As I laid out the sequence from the 1776 commission that came about at the tail end of the George Floyd protests, to our laundry lists of victimized White persons. Who didn't see a reason wasted for streaming tears coming around every corner in the last few years.  Whether it was Fauci & masks, then comparing themselves to slaves somehow or Jews being led to gas ovens.  To little Timmy was sad today because he learned that White people in the past did bad things to Black people intentionally.  Can't have Timmy learn that, imagine his surprise some day that some people still want to do bad things to others based on race.  Notice, no tears for the Native Americans, that doesn't seem to rate any outrage.  Kind of shitty I've always thought.
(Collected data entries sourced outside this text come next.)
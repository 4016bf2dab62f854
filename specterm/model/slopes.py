"""Derivative rules of the elementary functions, one row a function (calculus; Bessel and Airy: DLMF 10.6, 10.29, 9.2)."""

from __future__ import annotations

import math
from collections.abc import Callable

from specterm.model.compose import call, compare, power, where
from specterm.model.scalar import Scalar, written
from specterm.model.term import UNIT, Term, add, constant, divide, linear, multiply, negative, scaled, subtract


def _c(value: float) -> Scalar:
    return written(value)


def _times(value: float, term: Term) -> Term:
    return scaled(_c(value), term)


def _squared(u: Term) -> Term:
    return power(u, constant(2.0))


def _over(u: Term) -> Term:
    return divide(UNIT, u)


def _root(u: Term) -> Term:
    return call("sqrt", u)


def _one_minus_square(u: Term) -> Term:
    return multiply(subtract(UNIT, u), add(UNIT, u))


def _square_minus_one(u: Term) -> Term:
    return multiply(subtract(u, UNIT), add(u, UNIT))


def _one_plus_square(u: Term) -> Term:
    return add(UNIT, _squared(u))


def _neighbours(name: str, n: Term, u: Term, lower: float, upper: float) -> Term:
    """Return lower f_{n-1}(u) + upper f_{n+1}(u)."""
    return linear([(_c(lower), call(name, subtract(n, UNIT), u)), (_c(upper), call(name, add(n, UNIT), u))])


def _gaussian(u: Term, factor: float) -> Term:
    return _times(factor / math.sqrt(math.pi), call("exp", negative(_squared(u))))


def _reciprocal_circle(u: Term) -> Term:
    """Return 1/(u^2 sqrt(1 - 1/u^2)), the slope of asec."""
    return _over(multiply(_squared(u), _root(subtract(UNIT, _over(_squared(u))))))


_ONE: dict[str, Callable[[Term], Term]] = {
    "exp": lambda u: call("exp", u),
    "expm1": lambda u: call("exp", u),
    "log": _over,
    "log1p": lambda u: _over(add(UNIT, u)),
    "log10": lambda u: _times(1 / math.log(10), _over(u)),
    "log2": lambda u: _times(1 / math.log(2), _over(u)),
    "sqrt": lambda u: _times(0.5, _over(_root(u))),
    "cbrt": lambda u: _times(1 / 3, _over(_squared(call("cbrt", u)))),
    "sin": lambda u: call("cos", u),
    "cos": lambda u: negative(call("sin", u)),
    "tan": lambda u: _squared(call("sec", u)),
    "sec": lambda u: multiply(call("sec", u), call("tan", u)),
    "csc": lambda u: negative(multiply(call("csc", u), call("cot", u))),
    "cot": lambda u: negative(_squared(call("csc", u))),
    "asin": lambda u: _over(_root(_one_minus_square(u))),
    "acos": lambda u: negative(_over(_root(_one_minus_square(u)))),
    "atan": lambda u: _over(_one_plus_square(u)),
    "asec": _reciprocal_circle,
    "acsc": lambda u: negative(_reciprocal_circle(u)),
    "acot": lambda u: negative(_over(_one_plus_square(u))),
    "sinh": lambda u: call("cosh", u),
    "cosh": lambda u: call("sinh", u),
    "tanh": lambda u: _squared(call("sech", u)),
    "sech": lambda u: negative(multiply(call("sech", u), call("tanh", u))),
    "csch": lambda u: negative(multiply(call("csch", u), call("coth", u))),
    "coth": lambda u: negative(_squared(call("csch", u))),
    "asinh": lambda u: _over(_root(_one_plus_square(u))),
    "acosh": lambda u: _over(_root(_square_minus_one(u))),
    "atanh": lambda u: _over(_one_minus_square(u)),
    "asech": lambda u: negative(_over(multiply(u, _root(_one_minus_square(u))))),
    "acsch": lambda u: negative(_over(multiply(_squared(u), _root(add(UNIT, _over(_squared(u))))))),
    "acoth": lambda u: _over(_one_minus_square(u)),
    "abs": lambda u: call("sign", u),
    "erf": lambda u: _gaussian(u, 2.0),
    "erfc": lambda u: _gaussian(u, -2.0),
    "gamma": lambda u: multiply(call("gamma", u), call("digamma", u)),
    "lgamma": lambda u: call("digamma", u),
    "digamma": lambda u: call("polygamma", UNIT, u),
    "airyai": lambda u: call("airyaiprime", u),
    "airybi": lambda u: call("airybiprime", u),
    "airyaiprime": lambda u: multiply(u, call("airyai", u)),
    "airybiprime": lambda u: multiply(u, call("airybi", u)),
}

_ORDERED: dict[str, Callable[[Term, Term], Term]] = {
    "polygamma": lambda n, u: call("polygamma", add(n, UNIT), u),
    "besselj": lambda n, u: _neighbours("besselj", n, u, 0.5, -0.5),
    "bessely": lambda n, u: _neighbours("bessely", n, u, 0.5, -0.5),
    "besseli": lambda n, u: _neighbours("besseli", n, u, 0.5, 0.5),
    "besselk": lambda n, u: _neighbours("besselk", n, u, -0.5, -0.5),
}


def slope_pairs(name: str, args: tuple[Term, ...], slopes: tuple[Term, ...]) -> Term:
    """Return d/dx name(args), given the derivatives of the arguments; not for functions that jump."""
    if name in _ONE:
        return multiply(_ONE[name](args[0]), slopes[0])
    if name in _ORDERED:
        return multiply(_ORDERED[name](*args), slopes[1])
    if name in ("min", "max"):
        return _extreme(name, args, slopes)
    u, v = args
    if name == "hypot":
        return divide(add(multiply(u, slopes[0]), multiply(v, slopes[1])), call("hypot", u, v))
    square = add(_squared(u), _squared(v))
    return divide(subtract(multiply(v, slopes[0]), multiply(u, slopes[1])), square)


def _extreme(name: str, args: tuple[Term, ...], slopes: tuple[Term, ...]) -> Term:
    """Return the slope of the argument that is smallest (largest); the first one where two are equal."""
    best, slope = args[-1], slopes[-1]
    for u, du in zip(args[-2::-1], slopes[-2::-1], strict=True):
        slope = where(compare("<=" if name == "min" else ">=", u, best), du, slope)
        best = call(name, u, best)
    return slope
That jump from issue to issue I believe has a progression.  As we are seeing now as the whole CRT thing is being made more laughable because of every hurt soul so impacted by it, but they can never explain what exactly is hurting them.  But it's always based on protecting THEIR feelings, while everyone else's can F' off because they are supposed tough ones.


----------



## Cmaier

JayMysteri0 said:


> That's just it though, no one is asking anyone to put themselves in a position to understand them.  It is helpful to do so though, in the futile attempt to rebut their endless creations to justify their victimhood.  No one has said there has been a sudden change though, quite the opposite.  I literally did say...
> 
> 
> 
> As I laid out the sequence from the 1776 commission that came about at the tail end of the George Floyd protests, to our laundry lists of victimized White persons. Who didn't see a reason wasted for streaming tears coming around every corner in the last few years.  Whether it was Fauci & masks, then comparing themselves to slaves somehow or Jews being led to gas ovens.  To little Timmy was sad today because he learned that White people in the past did bad things to Black people intentionally.  Can't have Timmy learn that, imagine his surprise some day that some people still want to do bad things to others based on race.  Notice, no tears for the Native Americans, that doesn't seem to rate any outrage.  Kind of shitty I've always thought.
> 
> That jump from issue to issue I believe has a progression.  As we are seeing now as the whole CRT thing is being made more laughable because of every hurt soul so impacted by it, but they can never explain what exactly is hurting them.  But it's always based on protecting THEIR feelings, while everyone else's can F' off because they are supposed tough ones.




So if all that’s true, the question is what can we predict from that? What comes next?


----------



## JayMysteri0

Cmaier said:


> So if all that’s true, the question is what can we predict from that? What comes next?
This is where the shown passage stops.